## Work required:
Retyping each entry exactly is the whole task.

## Information provided:
== Segment start ==
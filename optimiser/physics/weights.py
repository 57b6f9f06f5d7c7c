"""Empty-mass build-up: wing, engines, high-lift system and the rest.

All masses in kg; the wing equation is evaluated in its native units (lb, ft^2, knots) and
converted at its boundary only.
"""

from __future__ import annotations

import numpy as np

from . import G0

_LB = 0.45359237
_FT2 = 0.09290304
_KT = 1852.0 / 3600.0


def wing_mass_usaf(takeoff_mass, ultimate_load_factor, aspect_ratio, wing_area, taper_ratio,
                   thickness_ratio, sweep_quarter_chord, max_equivalent_airspeed):
    """Wing mass [kg] by the USAF light-aircraft equation.

    W_w = 96.948 [(W_TO n_ult / 1e5)^0.65 (A / cos^2 Lambda)^0.57 (S / 100)^0.61
    ((1 + lambda) / (2 t/c))^0.36 (1 + V_H / 500)^0.5]^0.993, in lb, ft^2 and KEAS.

    Parameters
    ----------
    takeoff_mass : array_like
        Takeoff mass [kg].
    ultimate_load_factor : array_like
        n_ult = 1.5 n_limit [-].
    aspect_ratio : array_like
        [-].
    wing_area : array_like
        Reference area [m^2].
    taper_ratio, thickness_ratio : array_like
        [-].
    sweep_quarter_chord : array_like
        [rad].
    max_equivalent_airspeed : array_like
        Maximum level equivalent airspeed V_H [m s^-1].

    Notes
    -----
    Valid to about 12 500 lb (5 700 kg) takeoff mass, unswept to moderately swept; used
    beyond that range with the study's ``wing_mass_factor`` as calibration.

    References
    ----------
    .. [1] L. M. Nicolai, G. E. Carichner, "Fundamentals of Aircraft and Airship Design",
       Vol. I, AIAA, 2010, ch. 20; J. Roskam, "Airplane Design" Part V, sec. 5.1, USAF
       method (constants from memory).
    """
    w_lb = np.asarray(takeoff_mass, float) / _LB
    s_ft2 = np.asarray(wing_area, float) / _FT2
    cos2 = np.cos(sweep_quarter_chord) ** 2
    v_kt = np.asarray(max_equivalent_airspeed, float) / _KT
    inner = ((w_lb * ultimate_load_factor / 1e5) ** 0.65 * (aspect_ratio / cos2) ** 0.57
             * (s_ft2 / 100.0) ** 0.61 * ((1.0 + taper_ratio) / (2.0 * thickness_ratio)) ** 0.36
             * (1.0 + v_kt / 500.0) ** 0.5)
    return 96.948 * inner**0.993 * _LB


WING_MASS_USAF_EXPONENT = (0.65 + 0.61) * 0.993
"""At a fixed wing loading S = m g / (W/S), so the USAF wing mass is K m^x with this x."""


def wing_mass_usaf_coefficient(wing_loading, ultimate_load_factor, aspect_ratio, taper_ratio,
                               thickness_ratio, sweep_quarter_chord, max_equivalent_airspeed):
    """K [kg^(1 - x)] with :func:`wing_mass_usaf` = K m^x at a fixed wing loading [N m^-2]
    (x = :data:`WING_MASS_USAF_EXPONENT`): the same equation with S = m g / (W/S), its
    mass-independent factors gathered once (a mass iteration then costs one power)."""
    cos2 = np.cos(sweep_quarter_chord) ** 2
    v_kt = np.asarray(max_equivalent_airspeed, float) / _KT
    per_mass = ((ultimate_load_factor / (_LB * 1e5)) ** 0.65
                * (G0 / (np.asarray(wing_loading, float) * _FT2 * 100.0)) ** 0.61
                * (np.asarray(aspect_ratio, float) / cos2) ** 0.57
                * ((1.0 + taper_ratio) / (2.0 * thickness_ratio)) ** 0.36
                * (1.0 + v_kt / 500.0) ** 0.5)
    return 96.948 * per_mass**0.993 * _LB


def propeller_engine_mass(rated_power, specific_mass):
    """Installed engine-and-propeller mass [kg] from total rated power [W] and kg/kW."""
    return np.asarray(rated_power, float) / 1e3 * specific_mass


def turbofan_engine_mass(static_thrust, engine_thrust_to_weight, installation_factor):
    """Installed turbofan mass [kg]: T_SL / (g (T/W)_engine) x installation factor (nacelle,
    pylon; common practice 1.2 to 1.4)."""
    return np.asarray(static_thrust, float) / (G0 * engine_thrust_to_weight) * installation_factor


def high_lift_mass(wing_area, flap_area_ratio, flap_mass_per_area, slat_area_ratio,
                   slat_mass_per_area, actuator_mass):
    """High-lift system mass [kg]: rho_A,flap S_flap + rho_A,slat S_slat + actuators.

    Areal masses by type are common practice (Torenbeek, "Synthesis", ch. 8 treats flap
    weight in detail; no compact per-type law was used).
    """
    s = np.asarray(wing_area, float)
    return s * (flap_area_ratio * flap_mass_per_area + slat_area_ratio * slat_mass_per_area) \
        + actuator_mass


# --- Class II component masses ------------------------------------------------------------
#
# Each equation is evaluated in its native units (lb, ft, ft^2, knots, US gallons) and
# converted at its boundary only; inputs and outputs are SI (kg, m, m^2, m s^-1, m^3).
# Constants are from memory (recalled, not checked against the printed page), as written
# beside each one; METHODS.md sec. 5 and 10 name the sources.

_FT = 0.3048
_USGAL = 3.785411784e-3  # m^3, exact by definition


def _lb(mass):
    return np.asarray(mass, float) / _LB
== Segment end ==
## Solved problem:
filename optimiser/physics/weights.py
repository 57b6f9f06f5d7c7c
"""Empty-mass build-up: wing, engines, high-lift system and the rest.

All masses in kg; the wing equation is evaluated in its native units (lb, ft^2, knots) and
converted at its boundary only.
"""

from __future__ import annotations

import numpy as np

from . import G0

_LB = 0.45359237
_FT2 = 0.09290304
_KT = 1852.0 / 3600.0


def wing_mass_usaf(takeoff_mass, ultimate_load_factor, aspect_ratio, wing_area, taper_ratio,
                   thickness_ratio, sweep_quarter_chord, max_equivalent_airspeed):
    """Wing mass [kg] by the USAF light-aircraft equation.

    W_w = 96.948 [(W_TO n_ult / 1e5)^0.65 (A / cos^2 Lambda)^0.57 (S / 100)^0.61
    ((1 + lambda) / (2 t/c))^0.36 (1 + V_H / 500)^0.5]^0.993, in lb, ft^2 and KEAS.

    Parameters
    ----------
    takeoff_mass : array_like
        Takeoff mass [kg].
    ultimate_load_factor : array_like
        n_ult = 1.5 n_limit [-].
    aspect_ratio : array_like
        [-].
    wing_area : array_like
        Reference area [m^2].
    taper_ratio, thickness_ratio : array_like
        [-].
    sweep_quarter_chord : array_like
        [rad].
    max_equivalent_airspeed : array_like
        Maximum level equivalent airspeed V_H [m s^-1].

    Notes
    -----
    Valid to about 12 500 lb (5 700 kg) takeoff mass, unswept to moderately swept; used
    beyond that range with the study's ``wing_mass_factor`` as calibration.

    References
    ----------
    .. [1] L. M. Nicolai, G. E. Carichner, "Fundamentals of Aircraft and Airship Design",
       Vol. I, AIAA, 2010, ch. 20; J. Roskam, "Airplane Design" Part V, sec. 5.1, USAF
       method (constants from memory).
    """
    w_lb = np.asarray(takeoff_mass, float) / _LB
    s_ft2 = np.asarray(wing_area, float) / _FT2
    cos2 = np.cos(sweep_quarter_chord) ** 2
    v_kt = np.asarray(max_equivalent_airspeed, float) / _KT
    inner = ((w_lb * ultimate_load_factor / 1e5) ** 0.65 * (aspect_ratio / cos2) ** 0.57
             * (s_ft2 / 100.0) ** 0.61 * ((1.0 + taper_ratio) / (2.0 * thickness_ratio)) ** 0.36
             * (1.0 + v_kt / 500.0) ** 0.5)
    return 96.948 * inner**0.993 * _LB


WING_MASS_USAF_EXPONENT = (0.65 + 0.61) * 0.993
"""At a fixed wing loading S = m g / (W/S), so the USAF wing mass is K m^x with this x."""


def wing_mass_usaf_coefficient(wing_loading, ultimate_load_factor, aspect_ratio, taper_ratio,
                               thickness_ratio, sweep_quarter_chord, max_equivalent_airspeed):
    """K [kg^(1 - x)] with :func:`wing_mass_usaf` = K m^x at a fixed wing loading [N m^-2]
    (x = :data:`WING_MASS_USAF_EXPONENT`): the same equation with S = m g / (W/S), its
    mass-independent factors gathered once (a mass iteration then costs one power)."""
    cos2 = np.cos(sweep_quarter_chord) ** 2
    v_kt = np.asarray(max_equivalent_airspeed, float) / _KT
    per_mass = ((ultimate_load_factor / (_LB * 1e5)) ** 0.65
                * (G0 / (np.asarray(wing_loading, float) * _FT2 * 100.0)) ** 0.61
                * (np.asarray(aspect_ratio, float) / cos2) ** 0.57
                * ((1.0 + taper_ratio) / (2.0 * thickness_ratio)) ** 0.36
                * (1.0 + v_kt / 500.0) ** 0.5)
    return 96.948 * per_mass**0.993 * _LB


def propeller_engine_mass(rated_power, specific_mass):
    """Installed engine-and-propeller mass [kg] from total rated power [W] and kg/kW."""
    return np.asarray(rated_power, float) / 1e3 * specific_mass


def turbofan_engine_mass(static_thrust, engine_thrust_to_weight, installation_factor):
    """Installed turbofan mass [kg]: T_SL / (g (T/W)_engine) x installation factor (nacelle,
    pylon; common practice 1.2 to 1.4)."""
    return np.asarray(static_thrust, float) / (G0 * engine_thrust_to_weight) * installation_factor


def high_lift_mass(wing_area, flap_area_ratio, flap_mass_per_area, slat_area_ratio,
                   slat_mass_per_area, actuator_mass):
    """High-lift system mass [kg]: rho_A,flap S_flap + rho_A,slat S_slat + actuators.

    Areal masses by type are common practice (Torenbeek, "Synthesis", ch. 8 treats flap
    weight in detail; no compact per-type law was used).
    """
    s = np.asarray(wing_area, float)
    return s * (flap_area_ratio * flap_mass_per_area + slat_area_ratio * slat_mass_per_area) \
        + actuator_mass


# --- Class II component masses ------------------------------------------------------------
#
# Each equation is evaluated in its native units (lb, ft, ft^2, knots, US gallons) and
# converted at its boundary only; inputs and outputs are SI (kg, m, m^2, m s^-1, m^3).
# Constants are from memory (recalled, not checked against the printed page), as written
# beside each one; METHODS.md sec. 5 and 10 name the sources.

_FT = 0.3048
_USGAL = 3.785411784e-3  # m^3, exact by definition


def _lb(mass):
    return np.asarray(mass, float) / _LB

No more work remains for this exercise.